What is expected
The entries should each be set down again precisely.

Exercise material
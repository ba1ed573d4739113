import { measureGpx } from "./gpx-task";
import { serveWorker } from "./serve-worker";

serveWorker(measureGpx);
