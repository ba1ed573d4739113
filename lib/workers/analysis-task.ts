import { analyseShelter } from "@/lib/calc/analyse-shelter";
import type { AnalysisRequest } from "@/lib/calc/camp";
import type { ShelterAnalysis } from "@/lib/calc/types";

/** Pull in every line of a shelter, and what each loss costs: tens to hundreds of milliseconds of pure arithmetic. */
export function computeAnalysis(request: AnalysisRequest): ShelterAnalysis {
  return analyseShelter(request);
}
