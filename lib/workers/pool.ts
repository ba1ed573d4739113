import { Worker } from "node:worker_threads";

/** Why a task gave no result; the caller turns it into a sentence for people. */
export class WorkerFailure extends Error {
  constructor(
    readonly reason: "busy" | "timed-out" | "crashed" | "task-failed",
    message: string,
  ) {
    super(message);
    this.name = "WorkerFailure";
  }
}

export type WorkerAnswer = { readonly result: unknown } | { readonly failure: string };

interface Task {
  readonly payload: unknown;
  readonly resolve: (result: unknown) => void;
  readonly reject: (error: Error) => void;
  /** A task whose thread dies for no fault of its own is tried on a fresh one, once. */
  hasBeenTried: boolean;
}

interface PoolOptions {
  readonly threads: number;
  readonly timeoutMs: number;
  /** Waiting tasks beyond this are refused at once instead of piling up. */
  readonly maxWaiting: number;
  readonly memoryMb: number;
}

/** Threads that run one bundled script, started when first needed, one task at a time each, replaced when they die. */
export class WorkerPool {
  private readonly waiting: Task[] = [];
  private readonly idle: Worker[] = [];
  private threadCount = 0;

  constructor(
    private readonly script: string,
    private readonly options: PoolOptions,
  ) {}

  run(payload: unknown): Promise<unknown> {
    if (this.waiting.length >= this.options.maxWaiting) {
      return Promise.reject(new WorkerFailure("busy", `${this.waiting.length} tasks are waiting already.`));
    }
    return new Promise((resolve, reject) => {
      this.waiting.push({ payload, resolve, reject, hasBeenTried: false });
      this.startNext();
    });
  }

  /** Stops every idle thread; those at work end with their task. */
  async close(): Promise<void> {
    const threads = this.idle.splice(0);
    this.threadCount -= threads.length;
    await Promise.all(threads.map((thread) => thread.terminate()));
  }

  private startNext(): void {
    if (this.waiting.length === 0) return;
    const thread = this.idle.pop() ?? this.openThread();
    const task = thread && this.waiting.shift();
    if (thread && task) this.give(thread, task);
  }

  private openThread(): Worker | undefined {
    if (this.threadCount >= this.options.threads) return undefined;
    this.threadCount += 1;
    const thread = new Worker(/* turbopackIgnore: true */ this.script, {
      // Conditions and loaders of this process are not those that the bundle was made for.
      execArgv: [],
      resourceLimits: { maxOldGenerationSizeMb: this.options.memoryMb },
    });
    // A thread that waits for work must not keep the process from ending.
    thread.unref();
    // Without a listener, an error in a thread would end the process; a thread that dies idle is forgotten.
    thread.on("error", () => undefined);
    thread.on("exit", () => {
      const place = this.idle.indexOf(thread);
      if (place < 0) return;
      this.idle.splice(place, 1);
      this.threadCount -= 1;
    });
    return thread;
  }

  private give(thread: Worker, task: Task): void {
    thread.ref();
    const timer = setTimeout(() => {
      finish();
      this.drop(thread);
      task.reject(new WorkerFailure("timed-out", `No result after ${this.options.timeoutMs} ms.`));
      this.startNext();
    }, this.options.timeoutMs);
    const onMessage = (answer: WorkerAnswer) => {
      finish();
      thread.unref();
      this.idle.push(thread);
      if ("failure" in answer) task.reject(new WorkerFailure("task-failed", answer.failure));
      else task.resolve(answer.result);
      this.startNext();
    };
    const onDeath = (cause: unknown) => {
      finish();
      this.drop(thread);
      if (task.hasBeenTried) task.reject(new WorkerFailure("crashed", `The thread ended: ${String(cause)}`));
      else this.waiting.unshift({ ...task, hasBeenTried: true });
      this.startNext();
    };
    const finish = () => {
      clearTimeout(timer);
      thread.off("message", onMessage).off("error", onDeath).off("exit", onDeath);
    };
    thread.on("message", onMessage).on("error", onDeath).on("exit", onDeath);
    thread.postMessage(task.payload);
  }

  private drop(thread: Worker): void {
    this.threadCount -= 1;
    void thread.terminate();
  }
}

Worked solution
repository ba1ed573d4739113
import { measureGpx } from "./gpx-task";
import { serveWorker } from "./serve-worker";

serveWorker(measureGpx);
repository ba1ed573d4739113
filename lib/workers/analysis-task.ts
import { analyseShelter } from "@/lib/calc/analyse-shelter";
import type { AnalysisRequest } from "@/lib/calc/camp";
import type { ShelterAnalysis } from "@/lib/calc/types";

/** Pull in every line of a shelter, and what each loss costs: tens to hundreds of milliseconds of pure arithmetic. */
export function computeAnalysis(request: AnalysisRequest): ShelterAnalysis {
  return analyseShelter(request);
}
filename lib/workers/pool.ts
repository ba1ed573d4739113
import { Worker } from "node:worker_threads";

/** Why a task gave no result; the caller turns it into a sentence for people. */
export class WorkerFailure extends Error {
  constructor(
    readonly reason: "busy" | "timed-out" | "crashed" | "task-failed",
    message: string,
  ) {
    super(message);
    this.name = "WorkerFailure";
  }
}

export type WorkerAnswer = { readonly result: unknown } | { readonly failure: string };

interface Task {
  readonly payload: unknown;
  readonly resolve: (result: unknown) => void;
  readonly reject: (error: Error) => void;
  /** A task whose thread dies for no fault of its own is tried on a fresh one, once. */
  hasBeenTried: boolean;
}

interface PoolOptions {
  readonly threads: number;
  readonly timeoutMs: number;
  /** Waiting tasks beyond this are refused at once instead of piling up. */
  readonly maxWaiting: number;
  readonly memoryMb: number;
}

/** Threads that run one bundled script, started when first needed, one task at a time each, replaced when they die. */
export class WorkerPool {
  private readonly waiting: Task[] = [];
  private readonly idle: Worker[] = [];
  private threadCount = 0;

  constructor(
    private readonly script: string,
    private readonly options: PoolOptions,
  ) {}

  run(payload: unknown): Promise<unknown> {
    if (this.waiting.length >= this.options.maxWaiting) {
      return Promise.reject(new WorkerFailure("busy", `${this.waiting.length} tasks are waiting already.`));
    }
    return new Promise((resolve, reject) => {
      this.waiting.push({ payload, resolve, reject, hasBeenTried: false });
      this.startNext();
    });
  }

  /** Stops every idle thread; those at work end with their task. */
  async close(): Promise<void> {
    const threads = this.idle.splice(0);
    this.threadCount -= threads.length;
    await Promise.all(threads.map((thread) => thread.terminate()));
  }

  private startNext(): void {
    if (this.waiting.length === 0) return;
    const thread = this.idle.pop() ?? this.openThread();
    const task = thread && this.waiting.shift();
    if (thread && task) this.give(thread, task);
  }

  private openThread(): Worker | undefined {
    if (this.threadCount >= this.options.threads) return undefined;
    this.threadCount += 1;
    const thread = new Worker(/* turbopackIgnore: true */ this.script, {
      // Conditions and loaders of this process are not those that the bundle was made for.
      execArgv: [],
      resourceLimits: { maxOldGenerationSizeMb: this.options.memoryMb },
    });
    // A thread that waits for work must not keep the process from ending.
    thread.unref();
    // Without a listener, an error in a thread would end the process; a thread that dies idle is forgotten.
    thread.on("error", () => undefined);
    thread.on("exit", () => {
      const place = this.idle.indexOf(thread);
      if (place < 0) return;
      this.idle.splice(place, 1);
      this.threadCount -= 1;
    });
    return thread;
  }

  private give(thread: Worker, task: Task): void {
    thread.ref();
    const timer = setTimeout(() => {
      finish();
      this.drop(thread);
      task.reject(new WorkerFailure("timed-out", `No result after ${this.options.timeoutMs} ms.`));
      this.startNext();
    }, this.options.timeoutMs);
    const onMessage = (answer: WorkerAnswer) => {
      finish();
      thread.unref();
      this.idle.push(thread);
      if ("failure" in answer) task.reject(new WorkerFailure("task-failed", answer.failure));
      else task.resolve(answer.result);
      this.startNext();
    };
    const onDeath = (cause: unknown) => {
      finish();
      this.drop(thread);
      if (task.hasBeenTried) task.reject(new WorkerFailure("crashed", `The thread ended: ${String(cause)}`));
      else this.waiting.unshift({ ...task, hasBeenTried: true });
      this.startNext();
    };
    const finish = () => {
      clearTimeout(timer);
      thread.off("message", onMessage).off("error", onDeath).off("exit", onDeath);
    };
    thread.on("message", onMessage).on("error", onDeath).on("exit", onDeath);
    thread.postMessage(task.payload);
  }

  private drop(thread: Worker): void {
    this.threadCount -= 1;
    void thread.terminate();
  }
}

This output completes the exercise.